GOAL OF THE EXERCISE -
Every line from the start of the records below to the line containing "const timers = new Map<" should be retyped exactly, that line included, and no others.

Items from a dataset
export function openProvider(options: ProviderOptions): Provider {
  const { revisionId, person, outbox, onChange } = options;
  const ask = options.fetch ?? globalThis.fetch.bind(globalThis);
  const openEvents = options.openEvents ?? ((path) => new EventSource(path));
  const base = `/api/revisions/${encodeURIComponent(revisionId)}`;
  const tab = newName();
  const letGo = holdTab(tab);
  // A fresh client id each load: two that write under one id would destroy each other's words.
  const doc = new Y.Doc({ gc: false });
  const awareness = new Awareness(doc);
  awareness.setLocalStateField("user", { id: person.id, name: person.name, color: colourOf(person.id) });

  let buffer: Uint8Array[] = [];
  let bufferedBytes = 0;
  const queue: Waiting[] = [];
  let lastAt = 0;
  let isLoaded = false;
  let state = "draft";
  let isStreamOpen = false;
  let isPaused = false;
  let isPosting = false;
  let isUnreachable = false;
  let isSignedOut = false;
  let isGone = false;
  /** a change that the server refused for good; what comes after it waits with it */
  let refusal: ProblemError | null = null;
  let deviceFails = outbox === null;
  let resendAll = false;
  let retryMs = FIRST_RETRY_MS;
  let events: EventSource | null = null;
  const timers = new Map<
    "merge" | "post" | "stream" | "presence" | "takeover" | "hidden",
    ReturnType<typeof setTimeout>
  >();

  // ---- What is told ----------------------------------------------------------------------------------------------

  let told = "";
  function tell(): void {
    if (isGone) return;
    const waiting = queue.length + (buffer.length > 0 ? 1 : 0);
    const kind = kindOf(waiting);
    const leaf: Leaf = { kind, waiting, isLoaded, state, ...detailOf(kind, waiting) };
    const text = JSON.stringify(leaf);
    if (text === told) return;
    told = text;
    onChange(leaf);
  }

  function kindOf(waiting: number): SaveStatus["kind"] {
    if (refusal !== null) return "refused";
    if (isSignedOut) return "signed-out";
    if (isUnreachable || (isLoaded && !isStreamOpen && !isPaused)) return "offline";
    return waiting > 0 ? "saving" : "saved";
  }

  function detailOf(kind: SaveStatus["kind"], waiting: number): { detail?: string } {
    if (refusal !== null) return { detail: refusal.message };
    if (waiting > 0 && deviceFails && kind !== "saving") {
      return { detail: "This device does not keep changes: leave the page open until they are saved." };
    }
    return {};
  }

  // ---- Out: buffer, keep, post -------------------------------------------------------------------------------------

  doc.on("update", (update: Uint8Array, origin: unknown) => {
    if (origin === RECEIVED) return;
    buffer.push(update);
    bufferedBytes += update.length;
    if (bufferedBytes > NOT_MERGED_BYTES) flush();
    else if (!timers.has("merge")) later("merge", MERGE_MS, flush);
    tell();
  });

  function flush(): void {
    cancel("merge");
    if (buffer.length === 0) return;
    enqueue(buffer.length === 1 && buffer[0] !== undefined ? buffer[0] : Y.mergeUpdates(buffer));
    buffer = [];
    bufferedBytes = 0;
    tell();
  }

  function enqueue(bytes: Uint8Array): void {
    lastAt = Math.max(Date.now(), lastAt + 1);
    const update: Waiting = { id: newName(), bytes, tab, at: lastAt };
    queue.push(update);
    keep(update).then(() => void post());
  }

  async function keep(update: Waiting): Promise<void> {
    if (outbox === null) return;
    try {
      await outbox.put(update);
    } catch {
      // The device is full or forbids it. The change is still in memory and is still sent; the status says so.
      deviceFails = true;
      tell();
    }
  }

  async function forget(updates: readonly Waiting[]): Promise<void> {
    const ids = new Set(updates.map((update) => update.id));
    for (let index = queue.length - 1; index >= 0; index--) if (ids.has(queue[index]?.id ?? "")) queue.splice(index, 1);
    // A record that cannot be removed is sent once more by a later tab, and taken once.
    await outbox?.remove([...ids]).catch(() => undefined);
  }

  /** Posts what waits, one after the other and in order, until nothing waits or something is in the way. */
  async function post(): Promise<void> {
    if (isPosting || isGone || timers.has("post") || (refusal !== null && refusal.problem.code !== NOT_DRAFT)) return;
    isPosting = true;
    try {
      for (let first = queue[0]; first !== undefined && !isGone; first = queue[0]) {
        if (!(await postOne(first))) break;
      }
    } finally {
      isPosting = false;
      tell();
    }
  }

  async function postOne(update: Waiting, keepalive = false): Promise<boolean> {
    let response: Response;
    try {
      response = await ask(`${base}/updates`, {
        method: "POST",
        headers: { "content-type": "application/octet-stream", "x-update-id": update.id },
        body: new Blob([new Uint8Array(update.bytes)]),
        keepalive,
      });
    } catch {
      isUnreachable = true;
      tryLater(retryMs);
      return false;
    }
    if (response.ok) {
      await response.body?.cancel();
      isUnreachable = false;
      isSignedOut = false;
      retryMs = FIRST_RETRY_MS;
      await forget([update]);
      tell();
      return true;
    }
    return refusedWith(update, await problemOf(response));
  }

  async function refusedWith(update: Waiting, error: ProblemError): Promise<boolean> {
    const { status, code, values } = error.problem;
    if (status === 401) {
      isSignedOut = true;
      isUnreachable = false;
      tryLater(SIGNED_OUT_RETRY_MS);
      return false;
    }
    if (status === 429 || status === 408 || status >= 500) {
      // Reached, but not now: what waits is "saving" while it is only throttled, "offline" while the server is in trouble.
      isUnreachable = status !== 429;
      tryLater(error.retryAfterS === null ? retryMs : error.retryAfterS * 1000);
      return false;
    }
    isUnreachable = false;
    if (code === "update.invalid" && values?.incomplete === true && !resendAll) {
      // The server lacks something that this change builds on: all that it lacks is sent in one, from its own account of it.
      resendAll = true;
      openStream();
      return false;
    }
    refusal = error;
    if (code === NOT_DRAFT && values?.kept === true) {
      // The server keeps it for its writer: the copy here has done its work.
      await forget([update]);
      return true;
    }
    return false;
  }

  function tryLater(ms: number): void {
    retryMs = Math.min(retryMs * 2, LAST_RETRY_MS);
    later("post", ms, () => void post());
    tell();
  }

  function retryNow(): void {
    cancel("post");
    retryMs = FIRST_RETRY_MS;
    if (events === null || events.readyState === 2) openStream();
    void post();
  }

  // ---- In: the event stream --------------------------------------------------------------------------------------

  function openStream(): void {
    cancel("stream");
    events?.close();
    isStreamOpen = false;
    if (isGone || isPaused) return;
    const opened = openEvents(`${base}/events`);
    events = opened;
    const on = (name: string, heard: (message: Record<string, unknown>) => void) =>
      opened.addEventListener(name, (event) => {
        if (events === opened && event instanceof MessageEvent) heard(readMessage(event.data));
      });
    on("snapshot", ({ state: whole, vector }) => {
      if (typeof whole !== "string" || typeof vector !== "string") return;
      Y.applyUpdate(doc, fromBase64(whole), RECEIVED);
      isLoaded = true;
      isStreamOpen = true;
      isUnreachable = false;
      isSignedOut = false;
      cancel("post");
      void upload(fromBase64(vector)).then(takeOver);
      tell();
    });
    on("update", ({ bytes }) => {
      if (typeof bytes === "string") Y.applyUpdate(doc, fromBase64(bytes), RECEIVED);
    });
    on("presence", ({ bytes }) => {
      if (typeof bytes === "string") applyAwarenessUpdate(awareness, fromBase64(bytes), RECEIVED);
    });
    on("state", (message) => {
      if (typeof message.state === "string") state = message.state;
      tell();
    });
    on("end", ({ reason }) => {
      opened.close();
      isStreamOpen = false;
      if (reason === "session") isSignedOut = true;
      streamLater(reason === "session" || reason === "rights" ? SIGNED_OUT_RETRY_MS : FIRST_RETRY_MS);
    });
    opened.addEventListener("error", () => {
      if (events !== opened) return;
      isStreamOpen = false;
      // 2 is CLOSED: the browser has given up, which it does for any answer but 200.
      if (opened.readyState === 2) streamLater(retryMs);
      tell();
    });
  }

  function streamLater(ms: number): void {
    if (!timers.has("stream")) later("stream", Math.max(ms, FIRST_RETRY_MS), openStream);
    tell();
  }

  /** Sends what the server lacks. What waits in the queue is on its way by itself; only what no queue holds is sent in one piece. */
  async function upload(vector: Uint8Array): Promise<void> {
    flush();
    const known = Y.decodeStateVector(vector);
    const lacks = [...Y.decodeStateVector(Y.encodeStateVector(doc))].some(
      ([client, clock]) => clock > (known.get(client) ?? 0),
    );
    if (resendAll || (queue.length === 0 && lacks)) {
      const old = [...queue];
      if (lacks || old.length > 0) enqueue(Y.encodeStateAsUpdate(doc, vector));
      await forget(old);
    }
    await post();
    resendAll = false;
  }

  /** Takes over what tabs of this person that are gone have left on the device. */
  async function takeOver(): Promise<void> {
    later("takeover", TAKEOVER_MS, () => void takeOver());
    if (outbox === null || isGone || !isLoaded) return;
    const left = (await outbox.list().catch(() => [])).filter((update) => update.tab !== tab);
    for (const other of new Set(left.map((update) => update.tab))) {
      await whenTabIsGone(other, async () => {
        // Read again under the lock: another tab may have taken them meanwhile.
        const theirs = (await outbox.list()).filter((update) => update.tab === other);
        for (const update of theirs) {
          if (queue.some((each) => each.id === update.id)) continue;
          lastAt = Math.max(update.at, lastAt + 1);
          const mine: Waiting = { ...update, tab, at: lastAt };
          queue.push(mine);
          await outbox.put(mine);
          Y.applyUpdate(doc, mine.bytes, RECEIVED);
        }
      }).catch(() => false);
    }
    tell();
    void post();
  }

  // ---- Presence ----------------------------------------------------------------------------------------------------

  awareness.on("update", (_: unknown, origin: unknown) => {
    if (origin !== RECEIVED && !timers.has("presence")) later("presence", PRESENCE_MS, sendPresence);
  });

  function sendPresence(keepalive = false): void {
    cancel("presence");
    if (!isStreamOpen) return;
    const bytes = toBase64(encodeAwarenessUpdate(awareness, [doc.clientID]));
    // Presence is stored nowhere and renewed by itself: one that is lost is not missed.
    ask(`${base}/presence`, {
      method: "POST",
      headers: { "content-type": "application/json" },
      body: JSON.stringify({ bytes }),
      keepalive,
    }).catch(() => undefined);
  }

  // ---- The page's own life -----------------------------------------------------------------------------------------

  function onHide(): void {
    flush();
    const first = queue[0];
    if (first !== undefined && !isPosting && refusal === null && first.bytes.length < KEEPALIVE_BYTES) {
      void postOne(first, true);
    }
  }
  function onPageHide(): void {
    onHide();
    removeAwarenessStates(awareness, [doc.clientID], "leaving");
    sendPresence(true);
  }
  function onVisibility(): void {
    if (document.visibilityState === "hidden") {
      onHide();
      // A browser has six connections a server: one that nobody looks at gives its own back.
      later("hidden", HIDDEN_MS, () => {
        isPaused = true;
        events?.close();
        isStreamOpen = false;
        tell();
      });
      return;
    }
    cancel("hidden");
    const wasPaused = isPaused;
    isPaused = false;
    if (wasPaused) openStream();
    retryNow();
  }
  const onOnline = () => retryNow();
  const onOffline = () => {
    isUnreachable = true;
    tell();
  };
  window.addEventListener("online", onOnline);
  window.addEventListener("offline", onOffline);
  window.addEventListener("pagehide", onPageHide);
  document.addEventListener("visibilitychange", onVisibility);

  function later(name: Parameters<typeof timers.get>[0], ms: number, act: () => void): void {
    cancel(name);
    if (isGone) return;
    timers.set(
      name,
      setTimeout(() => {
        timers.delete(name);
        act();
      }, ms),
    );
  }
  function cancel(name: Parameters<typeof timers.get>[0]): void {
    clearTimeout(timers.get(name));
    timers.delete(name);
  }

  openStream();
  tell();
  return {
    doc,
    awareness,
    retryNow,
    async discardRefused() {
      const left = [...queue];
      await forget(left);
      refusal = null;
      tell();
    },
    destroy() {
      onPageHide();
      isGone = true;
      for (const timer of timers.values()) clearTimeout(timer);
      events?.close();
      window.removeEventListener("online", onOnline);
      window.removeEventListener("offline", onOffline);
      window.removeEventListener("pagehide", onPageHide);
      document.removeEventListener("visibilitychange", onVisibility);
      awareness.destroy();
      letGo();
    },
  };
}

RESULT OF THIS TASK -
export function openProvider(options: ProviderOptions): Provider {
  const { revisionId, person, outbox, onChange } = options;
  const ask = options.fetch ?? globalThis.fetch.bind(globalThis);
  const openEvents = options.openEvents ?? ((path) => new EventSource(path));
  const base = `/api/revisions/${encodeURIComponent(revisionId)}`;
  const tab = newName();
  const letGo = holdTab(tab);
  // A fresh client id each load: two that write under one id would destroy each other's words.
  const doc = new Y.Doc({ gc: false });
  const awareness = new Awareness(doc);
  awareness.setLocalStateField("user", { id: person.id, name: person.name, color: colourOf(person.id) });

  let buffer: Uint8Array[] = [];
  let bufferedBytes = 0;
  const queue: Waiting[] = [];
  let lastAt = 0;
  let isLoaded = false;
  let state = "draft";
  let isStreamOpen = false;
  let isPaused = false;
  let isPosting = false;
  let isUnreachable = false;
  let isSignedOut = false;
  let isGone = false;
  /** a change that the server refused for good; what comes after it waits with it */
  let refusal: ProblemError | null = null;
  let deviceFails = outbox === null;
  let resendAll = false;
  let retryMs = FIRST_RETRY_MS;
  let events: EventSource | null = null;
  const timers = new Map<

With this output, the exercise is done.